AIM OF THE TASK
Search the listing below for "that". Copy each matching line.
• • • • •
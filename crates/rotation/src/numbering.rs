//! Which pulse belongs to which tooth, decided over the whole train at once.
//!
//! Pulses are a marked point process: a tooth gives its pulse with probability 1 − p near the
//! angle it stands at; strays come at a rate λ. Hypotheses, each a sequence of labels with a
//! Kalman filter for the motion, are carried along the train and ranked by likelihood:
//!
//! - stray: ln λ;
//! - tooth m after the last: (m − 1)·ln p + ln(1 − p) + ln v − ½ ln 2πS − ½ν²/S, with ν the
//!   distance from the predicted angle and S its variance; ln v makes the density one in time,
//!   as that of the strays is.
//!
//! Motion: white jerk, of density q·v⁵, so that q is a number per tooth. Time is in units of
//! the train's median interval, angle in teeth. p, λ and q come from three stretches of the
//! train itself. Hypotheses with the same last tooth and speeds within a quarter of a standard
//! deviation are one; those 30 nats behind are given up.
//!
//! A gap is bridged only where both sides agree on its number of teeth: the filter run up to
//! it and the filter run back to it give that number with a standard deviation, and beyond
//! 0.12 teeth, or 30 missing teeth, a new section starts.

use crate::smoother::Pulse;
use crate::{LEAST_PULSES, LedgerAction, LedgerEntry};
use shaftwise_signal::{SamplePosition, median_in_place};

const BEAM: usize = 200;
const PRUNE: f64 = 30.0;
const MOST_STEP: i64 = 150;
/// Missing teeth bridged at most.
const MOST_MISSING: i64 = 30;
/// Largest standard deviation of a gap's count, in teeth.
const SURE: f64 = 0.12;
/// First pulses that may be the first tooth, and how far apart the first two teeth may be.
const STARTS: usize = 24;
const FIRST_PAIR: usize = 8;
/// Pulses between decisions, and how far those lie behind.
const DECIDE: usize = 4096;
const LAG: usize = 1024;

/// Pulses with their teeth, in stretches whose count is sure.
#[derive(Debug, Default)]
pub(crate) struct Numbering {
    pub(crate) stretches: Vec<Vec<Pulse>>,
    pub(crate) ledger: Vec<LedgerEntry>,
    pub(crate) rejected: u64,
    pub(crate) warnings: Vec<String>,
}

/// What a train is like.
#[derive(Debug, Clone, Copy)]
struct Traits {
    /// Share of teeth without a pulse.
    missing: f64,
    /// Strays per unit of time.
    strays: f64,
    /// Density of the jerk, per tooth.
    jerk: f64,
    /// Variance of a pulse's instant.
    variance: f64,
    /// Variance of a tooth's angle.
    tooth_variance: f64,
}

/// Angle past the last tooth, speed, acceleration, with their covariance.
#[derive(Debug, Clone, Copy)]
struct State {
    x: [f64; 3],
    /// 00 01 02 11 12 22
    p: [f64; 6],
}

impl State {
    /// At the second of two neighbouring teeth, `dt` apart.
    fn between(dt: f64, traits: &Traits) -> Self {
        let v = 1.0 / dt;
        let r = traits.variance * v * v + traits.tooth_variance;
        // Nothing is known of the acceleration but that speed lasts for a few teeth.
        let a = (0.3 * v * v).powi(2);
        Self {
            x: [0.0, v, 0.0],
            p: [
                r,
                r * v,
                0.0,
                2.0 * r * v * v + 0.25 * a * dt * dt,
                0.5 * a * dt,
                a,
            ],
        }
    }

    fn predict(&self, dt: f64, traits: &Traits) -> Self {
        let [e, v, a] = self.x;
        let h = 0.5 * dt * dt;
        let [p00, p01, p02, p11, p12, p22] = self.p;
        // F·P, F = [1 dt h; 0 1 dt; 0 0 1]
        let f00 = p00 + dt * p01 + h * p02;
        let f01 = p01 + dt * p11 + h * p12;
        let f02 = p02 + dt * p12 + h * p22;
        let f11 = p11 + dt * p12;
        let f12 = p12 + dt * p22;
        let q = traits.jerk * v.abs().powi(5);
        let (d2, d3) = (dt * dt, dt * dt * dt);
        Self {
            x: [e + v * dt + a * h, v + a * dt, a],
            p: [
                f00 + dt * f01 + h * f02 + q * d2 * d3 / 20.0,
                f01 + dt * f02 + q * d2 * d2 / 8.0,
                f02 + q * d3 / 6.0,
                f11 + dt * f12 + q * d3 / 3.0,
                f12 + q * d2 / 2.0,
                p22 + q * dt,
            ],
        }
    }

    fn innovation_variance(&self, traits: &Traits) -> f64 {
        self.p[0] + traits.variance * self.x[1] * self.x[1] + traits.tooth_variance
    }

    /// After the angle was seen to be `step`; the angle counts from there on.
    fn update(&self, step: f64, s: f64) -> Self {
        let nu = step - self.x[0];
        let [p00, p01, p02, p11, p12, p22] = self.p;
        let (k0, k1, k2) = (p00 / s, p01 / s, p02 / s);
        Self {
            x: [
                self.x[0] + k0 * nu - step,
                self.x[1] + k1 * nu,
                self.x[2] + k2 * nu,
            ],
            p: [
                p00 - k0 * p00,
                p01 - k0 * p01,
                p02 - k0 * p02,
                p11 - k1 * p01,
                p12 - k1 * p02,
                p22 - k2 * p02,
            ],
        }
    }
}

#[derive(Debug, Clone, Copy)]
struct Hypothesis {
    score: f64,
    state: State,
    tooth: i64,
    /// Teeth that gave a pulse.
    seen: usize,
    /// Pulse of the last tooth, and its time.
    pulse: usize,
    time: f64,
    node: usize,
}

impl Hypothesis {
    /// Whether too much has been missed since the last tooth to tell where the shaft stands.
    fn is_lost(&self, time: f64, traits: &Traits) -> bool {
        let missed = self.state.x[1] * (time - self.time);
        self.seen >= LEAST_PULSES
            && missed > MOST_MISSING as f64
            && (missed > MOST_STEP as f64
                || self.state.predict(time - self.time, traits).p[0] > 1.0)
    }
}

/// A label in the tree of hypotheses.
#[derive(Debug, Clone, Copy)]
struct Node {
    parent: usize,
    pulse: usize,
    tooth: i64,
}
• • • • •
SOLVED EXERCISE
//!   as that of the strays is.
//! Motion: white jerk, of density q·v⁵, so that q is a number per tooth. Time is in units of
//! it and the filter run back to it give that number with a standard deviation, and beyond
/// First pulses that may be the first tooth, and how far apart the first two teeth may be.
        // Nothing is known of the acceleration but that speed lasts for a few teeth.
    /// Teeth that gave a pulse.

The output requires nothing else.